MeHg time-dependently increases puncta in the dendrites of CEP neurons. (a) OH9173 strain was treated with 5 μM MeHg for 0–10 days, followed by counting the number of puncta in CEP soma and dendrites. The horizontal lines represent median values (Kruskal-Wallis test followed by Dunn’s multiple comparisons test, n=3). (b) Reanalysis of data presented in (a) showing the number of worms with positive puncta (Chi-square test).

Fig. 7

Chronic exposure to MeHg doesn’t invoke overexpression of gst-4. (a) CL2166 strain was treated with 0–5 μM MeHg for 1 day, followed by measurement of fluorescence intensity with ImageJ software. (b) CL2166 strain was treated with 0–5 μM MeHg for 10 days, followed by measurement of fluorescence intensity with ImageJ software. (c) CL2166 strain was treated with 5 μM MeHg for 0–10 days, followed by measurement of fluorescence intensity with ImageJ software. (d,e) Representative images of worms treated without MeHg (d) or with MeHg for 6 days (e).

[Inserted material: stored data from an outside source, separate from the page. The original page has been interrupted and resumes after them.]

package mesh

import (
	"math"
	"slices"
	"strconv"
	"strings"
	"testing"

	"gonum.org/v1/gonum/spatial/r3"
)

func TestCheckFindsEachKind(t *testing.T) {
	cases := []struct {
		name   string
		build  func() *Mesh
		kind   ProblemKind
		tri    int      // a triangle the problem must name
		phrase []string // text its String must contain
	}{
		{"open edge", func() *Mesh {
			m := unitCube()
			m.Triangles = slices.Delete(m.Triangles, 5, 6) // remove {1,5,4}
			return m
		}, OpenEdge, 4, []string{"open edge between (", "triangle 4", "close the hole"}},
		{"non-manifold edge", func() *Mesh {
			m := unitCube()
			m.Vertices = append(m.Vertices, r3.Vec{X: 0.5, Y: -1, Z: 0.5})
			m.Triangles = append(m.Triangles, [3]int{0, 1, 8}) // a fin on edge 0-1
			return m
		}, NonManifoldEdge, 12, []string{"shared by triangles", "12", "exactly two"}},
		{"inconsistent orientation", func() *Mesh {
			m := unitCube()
			m.Triangles[7] = [3]int{3, 7, 6}
			return m
		}, InconsistentOrientation, 7, []string{"same direction", "7"}},
		{"inward normals", func() *Mesh {
			m := unitCube()
			m.reverse()
			return m
		}, InwardNormals, 0, []string{"negative volume", "triangle 0", "flip"}},
		{"degenerate (collinear)", func() *Mesh {
			m := unitCube()
			m.Vertices = append(m.Vertices, r3.Vec{X: 0.5})
			m.Triangles = append(m.Triangles, [3]int{0, 8, 1})
			return m
		}, DegenerateTriangle, 12, []string{"triangle 12", "zero area", "(0.5, 0, 0)"}},
		{"degenerate (repeated vertex)", func() *Mesh {
			m := unitCube()
			m.Triangles = append(m.Triangles, [3]int{2, 2, 3})
			return m
		}, DegenerateTriangle, 12, []string{"triangle 12", "repeated"}},
		{"duplicate", func() *Mesh {
			m := unitCube()
			m.Triangles = append(m.Triangles, [3]int{4, 1, 5}) // same set as triangle 5
			return m
		}, DuplicateTriangle, 12, []string{"triangles 5 and 12", "delete the duplicate"}},
		{"non-finite", func() *Mesh {
			m := unitCube()
			m.Vertices[7] = r3.Vec{X: 1, Y: math.Inf(1), Z: 1}
			return m
		}, NonFinite, 3, []string{"NaN or Inf", "triangle 3"}},
		{"invalid index", func() *Mesh {
			m := unitCube()
			m.Triangles[2][1] = 42
			return m
		}, InvalidIndex, 2, []string{"triangle 2", "42"}},
	}
	for _, c := range cases {
		m := c.build()
		ps := m.Check()
		found := false
		for _, p := range ps {
			if p.Kind == c.kind && slices.Contains(p.Triangles, c.tri) {
				found = true
				s := p.String()
				for _, w := range c.phrase {
					if !strings.Contains(s, w) {
						t.Errorf("%s: %q does not contain %q", c.name, s, w)
					}
				}
			}
		}
		if !found {
			t.Errorf("%s: no %v problem naming triangle %d in %v", c.name, c.kind, c.tri, ps)
		}
		if err := m.Validate(); err == nil || !strings.HasPrefix(err.Error(), m.Name+": ") {
			t.Errorf("%s: Validate() = %v", c.name, err)
		}
	}
}

func TestCheckCleanMeshes(t *testing.T) {
	two := unitCube()
	other := unitCube().Translate(r3.Vec{X: 3})
	off := len(two.Vertices)
	two.Vertices = append(two.Vertices, other.Vertices...)
	for _, tr := range other.Triangles {
		two.Triangles = append(two.Triangles, [3]int{tr[0] + off, tr[1] + off, tr[2] + off})
	}
	far := unitCube().Translate(r3.Vec{X: 1e6, Y: -1e6, Z: 1e6}) // volume taken about the component
	tiny := unitCube().Scale(1e-9)                               // thresholds are relative to the size
	for _, m := range []*Mesh{unitCube(), two, far, tiny} {
		if ps := m.Check(); ps != nil {
			t.Errorf("%s: %v", m.Name, ps)
		}
		if err := m.Validate(); err != nil {
			t.Error(err)
		}
	}
}

func TestCheckCapsEachKind(t *testing.T) {
	// Removing every fourth triangle of an icosphere leaves far more than 20
	// open edges: 20 are listed plus one summary, and Validate counts all.
	m, _ := SphereLevel(1, 6)
	var kept [][3]int
	removed := 0
	for i, tr := range m.Triangles {
		if i%4 == 0 {
			removed++
			continue
		}
		kept = append(kept, tr)
	}
	m.Triangles = kept
	ps := m.Check()
	open := 0
	var summary *Problem
	for i, p := range ps {
		if p.Kind != OpenEdge {
			continue
		}
		if len(p.Triangles) == 0 {
			summary = &ps[i]
			continue
		}
		open++
	}
	if open != maxPerKind || summary == nil {
		t.Fatalf("%d open edges listed, summary %v", open, summary)
	}
	// The total is counted independently of Check.
	want := countOpenEdges(m)
	if !strings.Contains(summary.String(), "in all") || !strings.Contains(summary.Detail, strconv.Itoa(want)) {
		t.Errorf("summary %q, want total %d", summary, want)
	}
	err := m.Validate()
	if err == nil || !strings.Contains(err.Error(), strconv.Itoa(want)+" mesh problems") {
		t.Errorf("Validate: %v (want %d problems)", err, want)
	}
}

func countOpenEdges(m *Mesh) int {
	uses := map[edgeKey]int{}
	for _, tr := range m.Triangles {
		for k := 0; k < 3; k++ {
			uses[newEdgeKey(tr[k], tr[(k+1)%3])]++
		}
	}
	n := 0
	for _, u := range uses {
		if u == 1 {
			n++
		}
	}
	return n
}

func TestProblemKindString(t *testing.T) {
	for k := OpenEdge; k <= InvalidIndex; k++ {
		if s := k.String(); s == "" || strings.HasPrefix(s, "ProblemKind(") {
			t.Errorf("kind %d has no name", int(k))
		}
	}
	if s := ProblemKind(99).String(); s != "ProblemKind(99)" {
		t.Errorf("unknown kind: %q", s)
	}
}

func TestStats(t *testing.T) {
	// The unit cube [0,1]³: 8 vertices, 18 edges (12 sides + 6 face
	// diagonals), 12 triangles, area 6, volume 1, centroid (½,½,½), edges 1
	// and √2.
	s := unitCube().Stats()
	if s.Vertices != 8 || s.Edges != 18 || s.Triangles != 12 || s.Area != 6 || math.Abs(s.Volume-1) > 1e-15 {
		t.Errorf("%+v", s)
	}
	if r3.Norm(r3.Sub(s.Centroid, r3.Vec{X: .5, Y: .5, Z: .5})) > 1e-15 {
		t.Errorf("centroid %v", s.Centroid)
	}
	if s.MinEdge != 1 || math.Abs(s.MaxEdge-math.Sqrt2) > 1e-15 || math.Abs(s.MeanEdge-(12+6*math.Sqrt2)/18) > 1e-15 {
		t.Errorf("edges %v %v %v", s.MinEdge, s.MeanEdge, s.MaxEdge)
	}
	if s.Min != (r3.Vec{}) || s.Max != (r3.Vec{X: 1, Y: 1, Z: 1}) {
		t.Errorf("bounds %v %v", s.Min, s.Max)
	}
	// The volume centroid of an off-centre body follows it (translation
	// moves the centroid by the same vector, to rounding).
	sp, _ := SphereLevel(1, 3)
	c := sp.Translate(r3.Vec{X: 1, Y: 2, Z: 3}).Stats().Centroid
	if r3.Norm(r3.Sub(c, r3.Vec{X: 1, Y: 2, Z: 3})) > 1e-12 {
		t.Errorf("sphere centroid %v", c)
	}
}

Data are expressed as mean ± SD (one-way ANOVA followed by Tukey’s post hoc test, n=3).

Fig. 8

Expression of tubulin genes is not associated with MeHg exposure. (a) N2 strain was treated with 5 μM MeHg for 4 or 10 days, followed by measurement of tba-1 mRNA with RT-PCR. (b) N2 strain was treated with 5 μM MeHg for 4 or 10 days, followed by measurement of tba-2 mRNA with RT-PCR. Data are expressed as mean ± SD (one-way ANOVA followed by Tukey’s post hoc test; n=3).